> [Assigned task]:
Give the total of lines holding the word "every" in the records below, and nothing else.

::::::::::

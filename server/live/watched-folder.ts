import { mkdirSync } from 'node:fs';
import { basename, dirname, relative, sep } from 'node:path';
import { watch } from 'chokidar';
import { DomainError } from '../../models/errors.ts';
import type { ActionParts } from '../actions/action-parts.ts';
import { bringInFile } from '../actions/bring-in-file.ts';
import { fileAtPath } from '../actions/file-at-path.ts';

export interface WatchedFolderParts extends ActionParts {
  readonly folder: string;
  /** A file is finished when it has not grown for so long, ms. */
  readonly settleMs: number;
  /** Most bytes a file may have to be kept. */
  readonly mostBytes: number;
  readonly log: { info(facts: object, message: string): void; error(facts: object, message: string): void };
}

export interface WatchedFolder {
  /** Ends the watch, once what was begun is done. */
  close(): Promise<void>;
}

/**
 * Makes a run of every finished file in a folder. A file in a folder of its own, named for a recorder, is read by that
 * recorder's layout; one beside them by the one kept layout that reads it. Files are left where they lie.
 */
export async function watchFolder(parts: WatchedFolderParts): Promise<WatchedFolder> {
  const { folder, settleMs } = parts;
  mkdirSync(folder, { recursive: true });
  const watcher = watch(folder, {
    depth: 1,
    ignored: (path) => path !== folder && basename(path).startsWith('.'),
    awaitWriteFinish: { stabilityThreshold: settleMs, pollInterval: Math.max(20, Math.min(500, settleMs / 4)) },
  });
  // One file at a time: two files of one run would otherwise be read side by side.
  let queue: Promise<void> = Promise.resolve();
  const take = (path: string) => {
    queue = queue.then(() => takeFile(parts, path));
  };
  watcher.on('add', take).on('change', take);
  watcher.on('error', (error) => parts.log.error({ err: error, folder }, 'the watched folder cannot be watched'));
  await new Promise<void>((resolve) => watcher.once('ready', resolve));
  return {
    async close() {
      await watcher.close();
      await queue;
    },
  };
}

async function takeFile(parts: WatchedFolderParts, path: string): Promise<void> {
  const { folder, log, mostBytes } = parts;
  const inside = relative(folder, dirname(path));
  const recorder = inside === '' ? null : (inside.split(sep)[0] ?? null);
  try {
    const file = fileAtPath(path, basename(path));
    const arrival = await bringInFile(parts, { file, origin: 'watched-folder', recorder, mostBytes });
    if ('run' in arrival) log.info({ path, run: arrival.run }, 'recorded');
    else log.info({ path, import: arrival.importId, because: arrival.refusal.message }, 'waits for someone');
  } catch (error) {
    // The next file must still be taken; this one stays where it lies and is taken again at the next start.
    if (error instanceof DomainError && error.code === 'already-recorded') log.info({ path }, error.message);
    else log.error({ path, err: error }, 'cannot be taken');
  }
}
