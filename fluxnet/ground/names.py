"""The one table of diagnostic names.

A name states the pattern found and never changes its meaning. Each has a severity, a
headline for lists, and the two texts of ``fluxnet explain``: why it matters, and what to do.
"""

from __future__ import annotations

from enum import Enum

__all__ = ["Name", "Severity"]


class Severity(Enum):
    """How grave a finding is.

    ``ERROR``: no answer can be computed, or it would be wrong. ``WARNING``: an answer
    exists but one would not defend it. ``NOTE``: an assumption was made for the user.
    """

    ERROR = "error"
    WARNING = "warning"
    NOTE = "note"

    @property
    def rank(self) -> int:
        """0 for errors, 1 for warnings, 2 for notes."""
        return list(Severity).index(self)


_E, _W, _N = Severity.ERROR, Severity.WARNING, Severity.NOTE
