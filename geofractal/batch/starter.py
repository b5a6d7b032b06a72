"""A batch file to start from, for layers that were inspected."""

from __future__ import annotations

import json
import os
import re
from collections.abc import Sequence
from pathlib import Path

from geofractal.batch.inspect import LayerReport
from geofractal.errors import OutputError

HEAD = """\
# yaml-language-server: $schema=./geofractal.schema.json
# $schema: ./geofractal.schema.json
# Write the schema beside this file with: geofractal schema geofractal.schema.json
"""


def write_starter(target: Path, layers: Sequence[LayerReport]) -> None:
    """Write a batch file that measures every layer that can be measured.

    Raises
    ------
    OutputError
        The file is there already, cannot be written, or there is no layer to measure.
    """
    measurable = [layer for layer in layers if layer.measurable]
    if not measurable:
        raise OutputError(f"{target}: not written, since no layer can be measured")
    try:
        with target.open("x", encoding="utf-8") as file:
            file.write(starter_text(target.absolute().parent, measurable))
    except FileExistsError as error:
        raise OutputError(f"{target}: is there already; name a new file") from error
    except OSError as error:
        raise OutputError(f"{target}: cannot be written: {error.strerror}") from error


def starter_text(folder: Path, layers: Sequence[LayerReport]) -> str:
    """Return the text of a batch file that stands in `folder`."""
    names = _names(layers)
    text = [HEAD, "batch: first look", "", "layers:"]
    for name, layer in zip(names, layers, strict=True):
        text += _layer_lines(name, layer, folder)
    text += ["", "measures:"]
    for name, layer in zip(names, layers, strict=True):
        text.append(f"  - {{measure: divider-dimension, of: {name}}}")
        if layer.kinds.get("lines"):
            text.append(f"  - {{measure: sinuosity, of: {name}}}")
    return "\n".join([*text, "", "outputs: {folder: out, formats: [geopackage]}", ""])


def _layer_lines(name: str, layer: LayerReport, folder: Path) -> list[str]:
    source = Path(os.path.relpath(layer.path.absolute(), folder)).as_posix()
    text = [f"  {name}:", f"    source: {_quoted(source)}", f"    layer: {_quoted(layer.layer)}"]
    if layer.crs is None:
        text.append("    # crs: EPSG:....   the layer states none, and cannot be measured without")
    if layer.columns:
        text.append(f"    # id, group-by and where may name: {', '.join(map(_quoted, layer.columns))}")
    return text


def _names(layers: Sequence[LayerReport]) -> list[str]:
    """Return a name for each layer, all different, of letters, digits, underscores and hyphens."""
    names: list[str] = []
    for layer in layers:
        base = re.sub(r"[^\w-]+", "_", layer.layer).strip("_")[:40] or "layer"
        base = base if base[0].isalpha() else f"layer_{base}"
        taken = {name.casefold() for name in names}
        tries = (base, *(f"{base}_{number}" for number in range(2, len(layers) + 2)))
        names.append(next(name for name in tries if name.casefold() not in taken))
    return names


def _quoted(text: str) -> str:
    """Return a text as YAML reads it back."""
    return json.dumps(text, ensure_ascii=False)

::::::::::

> [Output]:
2